Omics Data Standards WG - Minutes 02-13-2017

Issues of ChIA-PET standards:

  1. Are ChIA-PET data are going to be produced? How many of them will be?
  2. What are the parameters about QC or others that are needed for ChIA-PET?

These two questions will need to be addressed by Dr Yijun Ruan for confirmation.

PLAC-seq:

Perform in-situ ligation like in-situ Hi-C to ensure library complexity, then use IP enrichment to decrease cost. Dataset has two components: short-range cis reads (<1kb), ChIP-seq signal; and long-range cis reads (>1kb), interaction detection. Normalization is needed because there may be systematic biases from IP enrichment: use local background to detect significant peaks, use methods from ChIA-PET to filter the non-contacting peaks, etc.

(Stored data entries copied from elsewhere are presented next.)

function utilisationChart(s: LoadStateResult, result: EvaluationResult, design: DesignFile): Block | null {
  const c = s.curves;
  if (!c) return null;
  const z = c.braking_rate;
  const limits = limitLines(result, design);
  const series: ChartSeries[] = [
    { name: 'front axle f1', x: z, y: c.front_utilisation, color: COLOURS.front, width: 1.5 },
    { name: 'rear axle f2', x: z, y: c.rear_utilisation, color: COLOURS.rear, width: 1.5 },
    { name: 'ideal f = z', x: [0, 1], y: [0, 1], color: COLOURS.ideal, dash: true, width: 0.7 },
    ...limits.series,
  ];
  const rg = result.regen?.load_states.find((r) => r.id === s.id);
  const worst = rg?.at_speeds.reduce<(typeof rg.at_speeds)[number] | null>((a, b) => (a === null || b.regen_force_n > a.regen_force_n ? b : a), null);
  if (worst && worst.regen_force_n > 0) {
    const words = `with ${F.force(worst.regen_force_n, 'metric')} regeneration at ${F.speed(worst.speed_kmh, 'metric')}`;
    series.push(
      { name: `front f1 ${words}`, x: worst.utilisation.map((u) => u.braking_rate), y: worst.utilisation.map((u) => u.front_utilisation), color: COLOURS.front, dash: true, width: 1 },
      { name: `rear f2 ${words}`, x: worst.utilisation.map((u) => u.braking_rate), y: worst.utilisation.map((u) => u.rear_utilisation), color: COLOURS.regen, dash: true, width: 1.2 },
    );
  }
  const markers = [];
  if (s.critical_braking_rate !== null) markers.push({ x: s.critical_braking_rate, label: `rear locks first above ${F.zText(s.critical_braking_rate)}`, color: '#6a1b9a' });
  if (s.rear_lift_off_braking_rate <= 1) markers.push({ x: s.rear_lift_off_braking_rate, label: 'rear lift-off', color: '#555' });
  const spec: ChartSpec = {
    title: `Adhesion utilisation: ${s.label}`,
    xLabel: 'braking rate z (deceleration / g)',
    yLabel: 'adhesion utilised f = T / N',
    x: [0, 1],
    y: [0, 1.2],
    series,
    markers,
    ...(limits.bands?.length ? { bands: limits.bands } : {}),
    width: CHART.width,
    height: CHART.height,
  };
  return { kind: 'chart', svg: chartSvg(spec), width: CHART.width, height: CHART.height };
}

function forcesChart(result: EvaluationResult): Block | null {
  const series: ChartSeries[] = [];
  let max = 0.1;
  result.load_states.forEach((s, i) => {
    const c = s.curves;
    if (!c) return;
    const col = STATE_COLOURS[i % STATE_COLOURS.length]!;
    series.push({ name: `ideal, ${s.label}`, x: c.ideal_front_per_weight, y: c.ideal_rear_per_weight.map((v) => (v >= 0 ? v : null)), color: col, dash: true, width: 0.9 });
    series.push({ name: `installed, ${s.label}`, x: c.front_force_per_weight, y: c.rear_force_per_weight, color: col, width: 1.5 });
    max = Math.max(max, ...c.ideal_rear_per_weight.filter((v) => v >= 0));
  });
  if (series.length === 0) return null;
  const spec: ChartSpec = {
    title: 'Braking forces over weight: installed line and ideal curve per load state',
    xLabel: 'front braking force over vehicle weight T1 / P',
    yLabel: 'rear braking force over weight T2 / P',
    x: [0, 1],
    y: [0, Math.min(1, Math.ceil(max * 10) / 10)],
    series,
    width: CHART.width,
    height: CHART.height,
  };
  return { kind: 'chart', svg: chartSvg(spec), width: CHART.width, height: CHART.height };
}

function pressureChart(result: EvaluationResult, units: F.UnitSystem): Block | null {
  const series: ChartSeries[] = [];
  let max = 10;
  result.load_states.forEach((s, i) => {
    const c = s.curves;
    if (!c) return;
    const p1 = c.front_pressure_bar.map((v) => F.convertRaw('pressure', v, units, 'bar'));
    const p2 = c.rear_pressure_bar.map((v) => F.convertRaw('pressure', v, units, 'bar'));
    max = Math.max(max, ...p1.filter((v) => v <= F.convertRaw('pressure', 160, units, 'bar')));
    series.push({ name: `rear line, ${s.label}`, x: p1, y: p2, color: STATE_COLOURS[i % STATE_COLOURS.length]!, width: 1.5 });
  });
  if (series.length === 0) return null;
  const top = Math.ceil(max / 10) * 10;
  series.push({ name: 'rear = front (no valve)', x: [0, top], y: [0, top], color: COLOURS.ideal, dash: true, width: 0.7 });
  const spec: ChartSpec = {
    title: 'Line pressures: rear line over front line (master cylinder) pressure',
    xLabel: F.headWithUnit('front line pressure', 'pressure', units),
    yLabel: F.headWithUnit('rear line pressure', 'pressure', units),
    x: [0, top],
    y: [0, top],
    series,
    width: CHART.width,
    height: 260,
  };
  return { kind: 'chart', svg: chartSvg(spec), width: CHART.width, height: 260 };
}

// ---------------------------------------------------------------- hardware

function brakeRows(design: DesignFile, units: F.UnitSystem): string[][] {
  const f = design.axles.front;
  const r = design.axles.rear;
  const cell = (a: typeof f, what: string): string => {
    const b = a.brake as Record<string, unknown>;
    switch (what) {
      case 'type':
        return BRAKE_TYPE_LABELS[a.brake.type];
      case 'caliper':
        return typeof b.caliper === 'string' && Object.hasOwn(CALIPER_LABELS, b.caliper) ? CALIPER_LABELS[b.caliper as 'sliding' | 'fixed'] : F.DASH;
      case 'pistons':
        return Array.isArray(b.piston_diameters_mm) ? b.piston_diameters_mm.map((d) => F.shortLength(d as number, units)).join(' + ') : F.DASH;
      case 'wheel_cylinder':
        return num(b.wheel_cylinder_diameter_mm) !== null ? F.shortLength(b.wheel_cylinder_diameter_mm as number, units) : F.DASH;
      case 'radius':
        return num(b.effective_radius_m) !== null ? F.length(b.effective_radius_m as number, units) : num(b.drum_diameter_mm) !== null ? `drum ${F.shortLength(b.drum_diameter_mm as number, units)}` : F.DASH;
      case 'friction':
        return num(b.pad_friction) !== null ? `pad ${F.ratio(b.pad_friction as number)}` : num(b.lining_friction) !== null ? `lining ${F.ratio(b.lining_friction as number)}` : F.DASH;
      case 'shoes':
        return typeof b.shoe_arrangement === 'string' && Object.hasOwn(SHOE_ARRANGEMENT_LABELS, b.shoe_arrangement)
          ? SHOE_ARRANGEMENT_LABELS[b.shoe_arrangement as keyof typeof SHOE_ARRANGEMENT_LABELS]
          : num(b.brake_factor) !== null
            ? `brake factor ${F.ratio(b.brake_factor as number)}`
            : F.DASH;
      case 'threshold':
        return F.pressure(a.brake.threshold_pressure_bar, units, 'bar');
      case 'tyre':
        return F.length(a.tyre_radius_m, units);
    }
    return F.DASH;
  };
  const items: [string, string][] = [
    ['Brake', 'type'],
    ['Caliper', 'caliper'],
    ['Piston diameters (one caliper)', 'pistons'],
    ['Wheel cylinder', 'wheel_cylinder'],
    ['Effective radius (disc) / drum diameter', 'radius'],
    ['Friction coefficient', 'friction'],
    ['Drum shoes', 'shoes'],
    ['Threshold pressure', 'threshold'],
    ['Tyre rolling radius', 'tyre'],
  ];
  return items.map(([k, w]) => [k, cell(f, w), cell(r, w)]).filter((row) => row[1] !== F.DASH || row[2] !== F.DASH);
}

function valveWords(design: DesignFile, units: F.UnitSystem): string {
  const v = design.hydraulics.rear_valve;
  const name = valveTypeLabel(v.type);
  switch (v.type) {
    case 'none':
      return name;
    case 'limiting':
      return `${name}, limits at ${F.pressure(v.knee_bar, units, 'bar')}`;
    case 'proportioning':
      return `${name}, knee ${F.pressure(v.knee_bar, units, 'bar')}, ratio ${F.ratio(v.ratio)} above it`;
    case 'load_sensing':
      return `${name}, ratio ${F.ratio(v.ratio)} above the knee; knee ${v.knee_bar_at_rear_axle_kg.map(([kg, bar]) => `${F.pressure(bar, units, 'bar')} at ${F.mass(kg, units)}`).join(', ')} rear axle load`;
  }
}

// ---------------------------------------------------------------- fixed texts (our own words)

export const METHOD_LINES: readonly string[] = [
  'Axle loads while braking at braking rate z = deceleration/g, with CG height h and wheelbase E: N1 = P1 + z·h·P/E, N2 = P2 − z·h·P/E (P = m·g, g = 9.80665 m/s²).',
  'Installed forces Ti = Gi·max(0, pi − pt,i), with the brake gain Gi of the calipers or drums, the threshold pressure pt,i and the rear line pressure from the rear valve; ideal forces z·N1, z·N2.',
  'Adhesion utilisation fi = Ti/Ni; on a surface of adhesion k the first lock is the smallest z at which f1 or f2 reaches k; braking efficiency = that z / k.',
  'Pedal force for a master-cylinder pressure p: F = p·A_mc/(pedal ratio × booster ratio) up to the booster run-out pressure; above it each further unit of pressure costs A_mc/pedal ratio.',
];

export const ASSUMPTIONS: readonly string[] = [
  'Rigid vehicle on a level road; suspension pitch, aerodynamic drag and rolling resistance neglected; both axles on a surface of the same adhesion.',
  'Friction, brake factors and threshold pressures constant (no dependence on temperature, speed or wear); hysteresis and fluid compliance ignored.',
  'The figures are only as good as the inputs: the inputs table says where each came from; "assumed" and "not stated" values deserve a measurement.',
];

// ---------------------------------------------------------------- the packet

How to separate signal from backgrounds from antibody enrichment? The input is a ligated library of the whole genome (different from ChIA-PET, which is fragmented DNA) and IP is done via binding protein, therefore, the background would be much complex. Therefore, peak callers from ChIA-PET may not be entirely appropriate for PLAC-seq.

Up to a certain point, the data processing steps may be similar for PLAC-seq to Hi-C, therefore, some of the tools (like normalization) may still be applicable. Also, what kind of file formats would the new pipeline generate? Would it be one of the formats supported by current platforms? (Burak)

Known software, methods and formats will be considered first to process PLAC-seq data.

In ChIA-PET, comparison between two pools can be used for background for non-specific ligations, yet this is not available in PLAC-seq (Tim). PLAC-seq does not have the same level as ChIA-PET because ligation happens within the nucleus.

Things to do:

Dr. Ren’s group will put out an experimental guideline, data format and data processing procedures for PLAC-seq for the group to discuss about.

HiChIP from Howard Chang’s group, similar to PLAC-seq (sequencing technology is different but the biology is similar) may also be considered in this document.